YOUR INSTRUCTIONS
The answer is every line of the records that holds the word "Freedom", copied in full.

INPUT DATA
+-------+

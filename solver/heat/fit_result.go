package heat

import (
	"fmt"
	"math"

	"gonum.org/v1/gonum/mat"
	"gonum.org/v1/gonum/stat/distuv"
)

// result reads errors, condition and what is not constrained off the minimum.
func (m *fitter) result(s *fitState) (*Fit, error) {
	J, err := m.jacobian(s)
	if err != nil {
		return nil, err
	}
	k := m.free()
	out := &Fit{ChiSquare: s.chi2, Freedom: len(m.Samples) - k, Residuals: s.residuals, Iterations: s.iterations, Notes: m.notes, Profile: s.profile}
	var svd mat.SVD
	if !svd.Factorize(J, mat.SVDThin) {
		return nil, fmt.Errorf("heat: geotherm: the fit's derivatives cannot be decomposed: %v", mat.Formatted(J))
	}
	values := svd.Values(nil)
	out.Condition = values[0] / values[k-1]
	if !(out.Condition < singular) {
		return nil, fmt.Errorf("heat: geotherm: the points cannot constrain %s (condition %.2g): what they tell of one is told of the other", m.names(), out.Condition)
	}
	var V mat.Dense
	svd.VTo(&V)
	all := len(m.start)
	out.Covariance = make([][]float64, all)
	for i := range all {
		out.Covariance[i] = make([]float64, all)
		for j := range all {
			for n := 0; n < k && i < k && j < k; n++ {
				out.Covariance[i][j] += V.At(i, n) * V.At(j, n) / (values[n] * values[n]) * m.scale[i] * m.scale[j]
			}
		}
		out.Fitted = append(out.Fitted, Fitted{Key: m.key(i), Name: m.name(i), Start: m.start[i], Value: s.x[i], Error: math.Sqrt(out.Covariance[i][i]), Held: i >= k})
	}
	if _, err := m.at(s.x); err != nil { // the column at the values that were found
		return nil, err
	}
	c := m.column
	out.Column = &c
	out.Notes = append(out.Notes, m.say(out)...)
	return out, nil
}

func (m *fitter) key(i int) string {
	switch {
	case i == 1:
		return "heat-production"
	case m.column.Base.HasHeatFlow:
		return "base.heat-flow"
	}
	return "base.temperature"
}

func (m *fitter) name(i int) string {
	return map[string]string{"heat-production": "factor on heat production", "base.heat-flow": "basal heat flow", "base.temperature": "basal temperature"}[m.key(i)]
}

func (m *fitter) names() string {
	if m.free() == 1 {
		return "the " + m.name(0)
	}
	return "the " + m.name(0) + " and the " + m.name(1)
}

// unlikelyChi is the chance below which scatter is more than the errors allow, or less.
const unlikelyChi = 0.01

// say puts into words what the points do not constrain, and how they scatter.
func (m *fitter) say(f *Fit) []string {
	var notes []string
	for i := range m.free() {
		v := &f.Fitted[i]
		switch {
		case v.Key == "base.temperature":
			if v.Error > wide*math.Abs(v.Value-m.column.Surface.Temperature) {
				notes = append(notes, fmt.Sprintf("the points do not constrain the basal temperature: %.0f ± %.0f °C", v.Value-zeroCelsius, v.Error))
			}
		case v.Error <= wide*math.Abs(v.Value):
		case v.Key == "base.heat-flow":
			notes = append(notes, fmt.Sprintf("the points do not constrain the basal heat flow: %.3g ± %.2g mW/m²", v.Value*1e3, v.Error*1e3))
		default:
			notes = append(notes, fmt.Sprintf("the points do not constrain the heat production: %.3g ± %.2g times what is given", v.Value, v.Error))
		}
	}
	if m.free() == 2 {
		if r := f.Covariance[0][1] / (f.Fitted[0].Error * f.Fitted[1].Error); math.Abs(r) > tradeOff {
			notes = append(notes, fmt.Sprintf("the points tell %s only together (correlation %.3f): a change of one makes up for a change of the other", m.names(), r))
		}
	}
	if f.Freedom > 0 {
		chi := distuv.ChiSquared{K: float64(f.Freedom)}
		switch p := chi.Survival(f.ChiSquare); {
		case p < unlikelyChi:
			notes = append(notes, fmt.Sprintf("the points scatter more than their errors allow (χ² %.3g for %d degrees of freedom): they lay on no one steady geotherm of this column, or their errors are larger", f.ChiSquare, f.Freedom))
		case p > 1-unlikelyChi:
			notes = append(notes, fmt.Sprintf("the points scatter less than their errors (χ² %.3g for %d degrees of freedom): the errors are larger than need be, or are shared by all", f.ChiSquare, f.Freedom))
		}
	} else {
		notes = append(notes, "as many values are fitted as there are samples: the fit passes through them and cannot be tested")
	}
	if d := m.deepest(f); d < 0.5*m.column.Depth() {
		notes = append(notes, fmt.Sprintf("the deepest point lies at %.3g km of %.3g km: below it the geotherm is the column's conductivities, not the points'", d/1e3, m.column.Depth()/1e3))
	}
	return notes
}

func (m *fitter) deepest(f *Fit) float64 {
	var d float64
	for i := range f.Residuals {
		d = math.Max(d, f.Residuals[i].Depth)
	}
	return d
}
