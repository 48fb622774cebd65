package heat

// thomas solves a tridiagonal system and leaves its elimination for another.
func thomas(lo, di, up, rhs, x []float64) {
	n := len(di)
	lo, up, rhs, x = lo[:n], up[:n], rhs[:n], x[:n]
	inv := 1 / di[0]
	di[0] = inv
	u, y := up[0]*inv, rhs[0]*inv
	up[0], x[0] = u, y
	for i := 1; i < n; i++ {
		inv = 1 / (di[i] - lo[i]*u)
		y = (rhs[i] - lo[i]*y) * inv
		u = up[i] * inv
		di[i], up[i], x[i] = inv, u, y
	}
	for i := n - 2; i >= 0; i-- {
		x[i] -= up[i] * x[i+1]
	}
}

// again solves with the elimination of thomas.
func again(lo, inv, up, rhs, x []float64) {
	n := len(inv)
	lo, up, rhs, x = lo[:n], up[:n], rhs[:n], x[:n]
	y := rhs[0] * inv[0]
	x[0] = y
	for i := 1; i < n; i++ {
		y = (rhs[i] - lo[i]*y) * inv[i]
		x[i] = y
	}
	for i := n - 2; i >= 0; i-- {
		x[i] -= up[i] * x[i+1]
	}
}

+-------+

PROBLEM SOLUTION
	out := &Fit{ChiSquare: s.chi2, Freedom: len(m.Samples) - k, Residuals: s.residuals, Iterations: s.iterations, Notes: m.notes, Profile: s.profile}
	if f.Freedom > 0 {
		chi := distuv.ChiSquared{K: float64(f.Freedom)}
			notes = append(notes, fmt.Sprintf("the points scatter more than their errors allow (χ² %.3g for %d degrees of freedom): they lay on no one steady geotherm of this column, or their errors are larger", f.ChiSquare, f.Freedom))
			notes = append(notes, fmt.Sprintf("the points scatter less than their errors (χ² %.3g for %d degrees of freedom): the errors are larger than need be, or are shared by all", f.ChiSquare, f.Freedom))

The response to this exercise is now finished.